=== Begin Enclosure ===

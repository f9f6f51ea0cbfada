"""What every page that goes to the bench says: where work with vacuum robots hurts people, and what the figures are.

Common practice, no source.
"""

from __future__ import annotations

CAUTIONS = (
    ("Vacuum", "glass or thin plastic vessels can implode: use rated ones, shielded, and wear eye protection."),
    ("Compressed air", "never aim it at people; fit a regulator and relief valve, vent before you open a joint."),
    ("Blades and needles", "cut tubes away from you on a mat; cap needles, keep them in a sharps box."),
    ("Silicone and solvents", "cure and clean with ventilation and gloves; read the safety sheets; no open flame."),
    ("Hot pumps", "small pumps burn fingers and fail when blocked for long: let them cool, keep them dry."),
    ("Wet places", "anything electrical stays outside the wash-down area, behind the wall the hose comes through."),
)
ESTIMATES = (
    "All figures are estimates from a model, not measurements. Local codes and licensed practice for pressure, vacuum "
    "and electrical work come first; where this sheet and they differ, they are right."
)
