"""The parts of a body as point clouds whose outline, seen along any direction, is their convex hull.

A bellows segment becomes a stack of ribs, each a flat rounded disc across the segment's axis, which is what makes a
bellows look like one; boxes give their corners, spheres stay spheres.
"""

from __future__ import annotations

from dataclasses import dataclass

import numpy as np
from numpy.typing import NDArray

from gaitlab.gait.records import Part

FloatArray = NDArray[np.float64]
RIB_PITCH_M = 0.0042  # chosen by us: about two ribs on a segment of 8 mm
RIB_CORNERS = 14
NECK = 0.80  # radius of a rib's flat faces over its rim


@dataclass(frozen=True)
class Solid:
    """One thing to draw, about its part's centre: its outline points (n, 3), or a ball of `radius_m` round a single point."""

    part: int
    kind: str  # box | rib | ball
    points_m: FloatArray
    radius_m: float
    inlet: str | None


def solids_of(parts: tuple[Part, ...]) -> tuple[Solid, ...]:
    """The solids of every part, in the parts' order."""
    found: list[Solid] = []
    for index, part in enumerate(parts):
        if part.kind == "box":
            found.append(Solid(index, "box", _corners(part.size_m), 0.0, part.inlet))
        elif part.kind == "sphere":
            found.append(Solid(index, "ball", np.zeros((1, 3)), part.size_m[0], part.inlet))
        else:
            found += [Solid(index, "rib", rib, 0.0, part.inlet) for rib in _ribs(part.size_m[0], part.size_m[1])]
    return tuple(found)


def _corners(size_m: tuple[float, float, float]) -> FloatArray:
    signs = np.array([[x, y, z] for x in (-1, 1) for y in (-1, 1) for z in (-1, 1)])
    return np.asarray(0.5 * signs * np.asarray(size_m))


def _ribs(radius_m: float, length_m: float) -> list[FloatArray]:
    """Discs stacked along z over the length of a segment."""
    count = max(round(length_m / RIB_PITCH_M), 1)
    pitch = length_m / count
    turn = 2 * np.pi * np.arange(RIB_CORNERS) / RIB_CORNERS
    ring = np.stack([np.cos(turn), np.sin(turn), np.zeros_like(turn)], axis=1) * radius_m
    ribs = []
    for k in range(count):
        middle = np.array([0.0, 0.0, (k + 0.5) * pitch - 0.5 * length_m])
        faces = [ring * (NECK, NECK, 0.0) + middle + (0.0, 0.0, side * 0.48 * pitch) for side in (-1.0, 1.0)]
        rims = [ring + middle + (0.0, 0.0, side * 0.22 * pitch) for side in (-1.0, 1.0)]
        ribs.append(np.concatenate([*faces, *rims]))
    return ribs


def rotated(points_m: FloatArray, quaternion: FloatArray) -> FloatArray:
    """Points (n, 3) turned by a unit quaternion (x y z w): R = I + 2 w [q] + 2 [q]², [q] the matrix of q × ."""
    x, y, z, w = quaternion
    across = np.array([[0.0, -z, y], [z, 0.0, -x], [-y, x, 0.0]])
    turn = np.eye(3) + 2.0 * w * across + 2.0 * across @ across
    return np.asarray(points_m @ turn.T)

=== End Enclosure ===
=== Begin Enclosure ===

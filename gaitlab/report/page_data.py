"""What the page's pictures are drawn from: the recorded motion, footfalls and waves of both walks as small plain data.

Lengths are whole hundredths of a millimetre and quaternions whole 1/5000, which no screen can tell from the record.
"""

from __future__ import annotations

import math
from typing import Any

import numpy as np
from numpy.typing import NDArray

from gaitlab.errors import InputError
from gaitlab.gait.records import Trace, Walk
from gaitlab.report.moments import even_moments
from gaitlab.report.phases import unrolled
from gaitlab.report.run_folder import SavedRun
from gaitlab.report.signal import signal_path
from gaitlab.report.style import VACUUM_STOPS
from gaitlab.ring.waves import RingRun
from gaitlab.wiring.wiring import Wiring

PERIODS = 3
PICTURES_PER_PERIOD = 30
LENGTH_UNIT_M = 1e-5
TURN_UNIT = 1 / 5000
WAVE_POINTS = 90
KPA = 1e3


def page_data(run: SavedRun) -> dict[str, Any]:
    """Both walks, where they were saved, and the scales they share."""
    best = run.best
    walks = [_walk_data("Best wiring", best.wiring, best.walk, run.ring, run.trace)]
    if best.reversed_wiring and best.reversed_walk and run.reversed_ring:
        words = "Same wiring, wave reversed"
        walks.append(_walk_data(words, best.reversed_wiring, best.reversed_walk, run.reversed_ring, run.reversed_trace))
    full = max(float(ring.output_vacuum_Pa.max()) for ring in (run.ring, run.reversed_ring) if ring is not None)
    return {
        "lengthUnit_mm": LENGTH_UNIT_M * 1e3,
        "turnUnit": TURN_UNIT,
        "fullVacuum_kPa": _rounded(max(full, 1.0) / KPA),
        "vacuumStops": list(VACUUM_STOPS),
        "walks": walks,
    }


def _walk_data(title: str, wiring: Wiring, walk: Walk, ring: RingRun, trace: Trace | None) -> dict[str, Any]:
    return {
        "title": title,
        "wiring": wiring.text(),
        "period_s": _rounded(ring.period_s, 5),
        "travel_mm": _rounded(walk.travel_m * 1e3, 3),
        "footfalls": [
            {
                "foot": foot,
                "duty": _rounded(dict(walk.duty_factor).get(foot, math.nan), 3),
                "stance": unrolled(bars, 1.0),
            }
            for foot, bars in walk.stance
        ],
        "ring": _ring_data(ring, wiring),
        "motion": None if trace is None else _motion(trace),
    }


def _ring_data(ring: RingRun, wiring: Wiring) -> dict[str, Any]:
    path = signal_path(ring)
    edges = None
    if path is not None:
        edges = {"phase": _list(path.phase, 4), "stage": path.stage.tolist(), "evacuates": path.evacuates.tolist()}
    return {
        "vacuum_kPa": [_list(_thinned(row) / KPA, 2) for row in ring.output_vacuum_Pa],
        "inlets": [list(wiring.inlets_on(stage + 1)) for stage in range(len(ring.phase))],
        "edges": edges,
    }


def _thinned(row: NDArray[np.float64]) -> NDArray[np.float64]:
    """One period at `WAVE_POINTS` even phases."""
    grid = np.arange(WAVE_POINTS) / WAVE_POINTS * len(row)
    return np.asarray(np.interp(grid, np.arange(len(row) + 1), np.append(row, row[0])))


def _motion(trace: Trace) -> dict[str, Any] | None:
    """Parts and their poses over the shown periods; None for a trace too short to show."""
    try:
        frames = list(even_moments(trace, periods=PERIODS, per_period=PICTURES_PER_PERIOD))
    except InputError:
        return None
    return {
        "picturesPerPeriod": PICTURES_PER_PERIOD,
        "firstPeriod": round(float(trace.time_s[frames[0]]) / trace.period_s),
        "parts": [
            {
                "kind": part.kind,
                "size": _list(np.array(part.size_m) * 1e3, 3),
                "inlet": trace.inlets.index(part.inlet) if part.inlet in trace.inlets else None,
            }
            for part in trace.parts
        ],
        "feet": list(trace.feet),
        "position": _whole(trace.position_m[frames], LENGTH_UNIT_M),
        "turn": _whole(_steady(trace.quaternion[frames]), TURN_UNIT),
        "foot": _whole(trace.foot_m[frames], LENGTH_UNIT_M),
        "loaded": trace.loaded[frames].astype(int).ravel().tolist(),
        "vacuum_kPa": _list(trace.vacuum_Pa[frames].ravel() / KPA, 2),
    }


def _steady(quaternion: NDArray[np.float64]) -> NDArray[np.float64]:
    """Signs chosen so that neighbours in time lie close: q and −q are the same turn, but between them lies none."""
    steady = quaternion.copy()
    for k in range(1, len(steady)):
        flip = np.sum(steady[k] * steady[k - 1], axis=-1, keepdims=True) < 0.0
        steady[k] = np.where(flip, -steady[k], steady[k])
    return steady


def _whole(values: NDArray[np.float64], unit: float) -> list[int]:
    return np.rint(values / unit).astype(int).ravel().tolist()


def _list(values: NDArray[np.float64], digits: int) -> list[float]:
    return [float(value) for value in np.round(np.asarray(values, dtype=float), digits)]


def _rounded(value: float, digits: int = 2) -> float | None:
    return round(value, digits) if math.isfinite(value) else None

=== End Enclosure ===

Task directions
Reproduce the entries above exactly, but only the lines between the line holding "repository f9f6f51ea0cbfada" and the line holding "A bellows segment", inclusive.

Solution to this problem
repository f9f6f51ea0cbfada
"""What every page that goes to the bench says: where work with vacuum robots hurts people, and what the figures are.

Common practice, no source.
"""

from __future__ import annotations

CAUTIONS = (
    ("Vacuum", "glass or thin plastic vessels can implode: use rated ones, shielded, and wear eye protection."),
    ("Compressed air", "never aim it at people; fit a regulator and relief valve, vent before you open a joint."),
    ("Blades and needles", "cut tubes away from you on a mat; cap needles, keep them in a sharps box."),
    ("Silicone and solvents", "cure and clean with ventilation and gloves; read the safety sheets; no open flame."),
    ("Hot pumps", "small pumps burn fingers and fail when blocked for long: let them cool, keep them dry."),
    ("Wet places", "anything electrical stays outside the wash-down area, behind the wall the hose comes through."),
)
ESTIMATES = (
    "All figures are estimates from a model, not measurements. Local codes and licensed practice for pressure, vacuum "
    "and electrical work come first; where this sheet and they differ, they are right."
)
"""The parts of a body as point clouds whose outline, seen along any direction, is their convex hull.

A bellows segment becomes a stack of ribs, each a flat rounded disc across the segment's axis, which is what makes a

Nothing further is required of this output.